Komisarof JMcCall M, Newman L, Bshara W, Mohler JL, Morrison C, Land H.
Oncotarget. 2017 Jan 10;8(2):3430-3440.
GDSC Students attend the March for Science
Tuesday, April 25, 2017
Students from the Genetics Program attended The Rochester March for Science on Saturday April 22
Fanju Meng (Biteau Lab), Sreejith (Biteau Lab), Emily Wexler (Portman Lab),
Sebastian Rojas Villa (Biteau Lab), Robert Hoff (Bohmann Lab), Andrew Allbee (Biteau Lab)
Michael John Beltejar awarded CTSI Pilot Trainee Grant
Thursday, April 13, 2017
Michael John Beltejar, a 4th year student in the Genetics, Development, and Stem Cells PhD program with a research focus in Genetic contributions to bone strength has been awarded CTSI Pilot Training Grant.

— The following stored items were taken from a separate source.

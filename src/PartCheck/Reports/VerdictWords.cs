using PartCheck.Rules;

namespace PartCheck.Reports;

/// <summary>The words of a verdict and of a state, the same in every report.</summary>
public static class VerdictWords
{
    /// <summary><c>conforms</c>, <c>nonconforming</c>, <c>not verified</c> or <c>concession</c>.</summary>
    /// <exception cref="ArgumentOutOfRangeException">The verdict is none of the four.</exception>
    public static string Of(Verdict verdict) => verdict switch
    {
        Verdict.Conforms => "conforms",
        Verdict.Nonconforming => "nonconforming",
        Verdict.NotVerified => "not verified",
        Verdict.Concession => "concession",
        _ => throw new ArgumentOutOfRangeException(nameof(verdict), verdict, "A verdict is one of the four."),
    };
}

CTSI Pilot Trainee Grant RFA
A major priority for the CTSI is the active support of research collaborations via cross-disciplinary collaboration, and the support of research that addresses significant problems related to population health. Thus, applications directly addressing these areas are strongly encouraged. Trainee awards help awardees obtain the most prestigious fellowship possible following the project. The project should be part of a long-term plan to become an independent investigator. The award provides a maximum of $25,000 for a period of one year.

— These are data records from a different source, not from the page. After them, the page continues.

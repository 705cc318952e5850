using System.Globalization;
using System.Text;
using PartCheck.Bills;
using PartCheck.Quantities;
using PartCheck.Sheets;

namespace PartCheck.Reports;

/// <summary>What was understood of a bill, for a person at a terminal: 80 columns.</summary>
public static class BillText
{
    private const int NameWidth = 14;
    private const int RowWidth = 8;
    private const int ReferencesShown = 60;
    private const int TextShown = 40;
    private const int LinesShown = 5000;
    private const int SkippedShown = 500;

    /// <summary>Writes what was read.</summary>
    public static string Write(BillReading reading)
    {
        ArgumentNullException.ThrowIfNull(reading);
        StringBuilder text = new();
        IReadOnlyList<BillLine> lines = reading.Bill?.Lines ?? [];
        string count = reading.Bill is null
            ? "NO BILL WAS READ"
            : $"{Counted(lines.Count, "line")}, {Counted(lines.Sum(l => l.References.Count), "reference")}";
        Columns80.Wrap(text, string.Empty, $"{reading.File}: {count}", 2);
        foreach (string note in reading.Notes)
        {
            Columns80.Wrap(text, "  ", note, 2);
        }

        text.Append('\n');
        foreach (BillTable table in reading.Bill?.Tables ?? [])
        {
            Table(text, table);
        }

        if (lines.Count > 0)
        {
            text.Append("Lines\n");
            foreach (BillLine line in lines.Take(LinesShown))
            {
                Line(text, line);
            }

            if (lines.Count > LinesShown)
            {
                text.Append(CultureInfo.InvariantCulture, $"  ... and {lines.Count - LinesShown} lines more; --format json lists them all\n");
            }

            text.Append('\n');
        }

        ComplaintText.Append(text, reading.Complaints);
        return text.ToString();
    }

    private static void Table(StringBuilder text, BillTable table)
    {
        string[] taken =
        [
            table.Sheet is null ? "Header" : $"Sheet {table.Sheet}, header",
            $"in row {Whole(table.HeaderRow)};",
            table.Encoding is { } encoding ? $"{encoding}; {table.Separator} between the fields;" : "workbook;",
            table.DecimalComma ? "decimal comma" : "decimal point",
        ];
        Columns80.Wrap(text, string.Empty, string.Join(' ', taken), 2);
        foreach (BillColumn column in table.Columns)
        {
            Columns80.Wrap(text, "  " + column.Name.PadRight(NameWidth), $"{column.Letters} \"{column.Header}\"", NameWidth + 2);
        }

        foreach (string note in table.Notes)
        {
            Columns80.Wrap(text, "  ", note, 4);
        }

        if (table.Skipped.Count > 0)
        {
            text.Append("  Left out\n");
            foreach (SkippedRows skipped in table.Skipped.Take(SkippedShown))
            {
                string rows = skipped.Row == skipped.LastRow ? $"row {Whole(skipped.Row)}" : $"rows {Whole(skipped.Row)} to {Whole(skipped.LastRow)}";
                Columns80.Wrap(text, "    ", $"{rows}: {skipped.Why}, \"{Cut(skipped.Text, TextShown)}\"", 6);
            }

            if (table.Skipped.Count > SkippedShown)
            {
                text.Append(CultureInfo.InvariantCulture, $"    ... and {table.Skipped.Count - SkippedShown} more; --format json lists them all\n");
            }
        }

        text.Append('\n');
    }

    private static void Line(StringBuilder text, BillLine line)
    {
        List<string> said = [line.References.Count == 0 ? "no reference;" : CutList(Ranges(line.References)) + ";"];
        said.Add(line.Quantity is { } quantity ? $"{quantity.ToString(CultureInfo.InvariantCulture)} pcs;" : $"{Whole(ReferenceList.Components(line.References))} counted;");
        said.Add(line.PartNumber is { } number ? Cut(number, TextShown) + ";" : "no part number;");
        if (line.Value is { } value && value != line.PartNumber)
        {
            said.Add($"\"{Cut(value, TextShown)}\"");
        }

        if (line.ToldResistance is { } resistance)
        {
            said.Add("= " + EngineeringNotation.Format(resistance.Ohms, "ohm").Replace(' ', Columns80.Glue));
        }

        if (line.Package is { } package)
        {
            said.Add($"({Cut(package, TextShown)})");
        }

        if (!line.Fitted)
        {
            said.Add("NOT FITTED");
        }

        Columns80.Wrap(text, "  " + Whole(line.Row).PadRight(RowWidth), string.Join(' ', said).TrimEnd(';'), RowWidth + 2);
    }

    /// <summary>References with runs of three and more as ranges: <c>R1 R2 R5..R8</c>.</summary>
    private static string Ranges(IReadOnlyList<string> references)
    {
        List<string> parts = [];
        for (int i = 0; i < references.Count;)
        {
            int end = i;
            while (end + 1 < references.Count && Follows(references[end], references[end + 1]))
            {
                end++;
            }

            parts.AddRange(end - i >= 2 ? [$"{references[i]}..{references[end]}"] : references.Skip(i).Take(end - i + 1));
            i = end + 1;
        }

        return string.Join(' ', parts);
    }

    private static bool Follows(string one, string next)
    {
        string letters = one.TrimEnd(['0', '1', '2', '3', '4', '5', '6', '7', '8', '9']);
        return next.StartsWith(letters, StringComparison.Ordinal)
            && int.TryParse(one.AsSpan(letters.Length), NumberStyles.None, CultureInfo.InvariantCulture, out int a)
            && int.TryParse(next.AsSpan(letters.Length), NumberStyles.None, CultureInfo.InvariantCulture, out int b)
            && b == a + 1;
    }

    /// <summary>A list of references cut between two of them.</summary>
    private static string CutList(string list) =>
        list.Length > ReferencesShown && list.LastIndexOf(' ', ReferencesShown) is > 0 and int blank ? list[..blank] + " ..." : Cut(list, ReferencesShown);

    private static string Cut(string text, int most)
    {
        string one = string.Join(' ', text.Split((char[])['\r', '\n', '\t', ' '], StringSplitOptions.RemoveEmptyEntries));
        return one.Length <= most ? one : one[..most] + "...";
    }

    private static string Counted(int count, string what) => $"{Whole(count)} {what}{(count == 1 ? string.Empty : "s")}";

    private static string Whole(int value) => value.ToString(CultureInfo.InvariantCulture);
}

Osteoporosis remains a significant concern. By 2025, osteoporotic fractures are expected to increase to 3 million with an estimated cost of $25.3 billion. Morbidity and mortality increases following all major fractures in patients over 55 years of age. It is widely understood that compromised bone strength is the underlying pathophysiology of osteoporosis. Currently, bone mineral density (BMD), is the basis for diagnosis and the main target for osteoporosis therapy. BMD is an important clinical tool, but explains only 55 % of fractures, leaving the needs of 45% of patients unaddressed. Fundamentally, bone strength has two interconnected but distinct components: quantity and quality. While BMD reflects quantity, bone quality (BQ) reflects morphologic and compositional properties. However, developing therapies based on BQ is limited by two major gaps in knowledge: 1) Which genes regulate BQ and 2) Does estrogen deficiency modify the genetic regulation of BQ? Therefore, the objective of the work proposed is to construct a genetic network to identify candidate genes regulating bone composition(SA1) and determine if estrogen deficiency interacts with these genes(SA2).
The rationale for the proposed work is that bridging these gaps in knowledge is a crucial first step in the identification of novel therapeutics. The results produced from SA1 will inform ongoing research in the lab--in particular, a genome-wide association study identifying locations in the genome that are responsible for bone quality. Secondly, the results of SA2 have a strong potential to unlock research on multiple levels osteoporosis management. Identification of novel genes could be used as a new biomarker to identify at risk individuals earlier. Downstream activity of these genes could become additional metrics to monitor disease progression. Finally, these genes become putative targets for novel therapies. The research in this application is innovative because it is a significant departure which shifts focus from BMD to BQ as an equally important contributor of fracture resistance.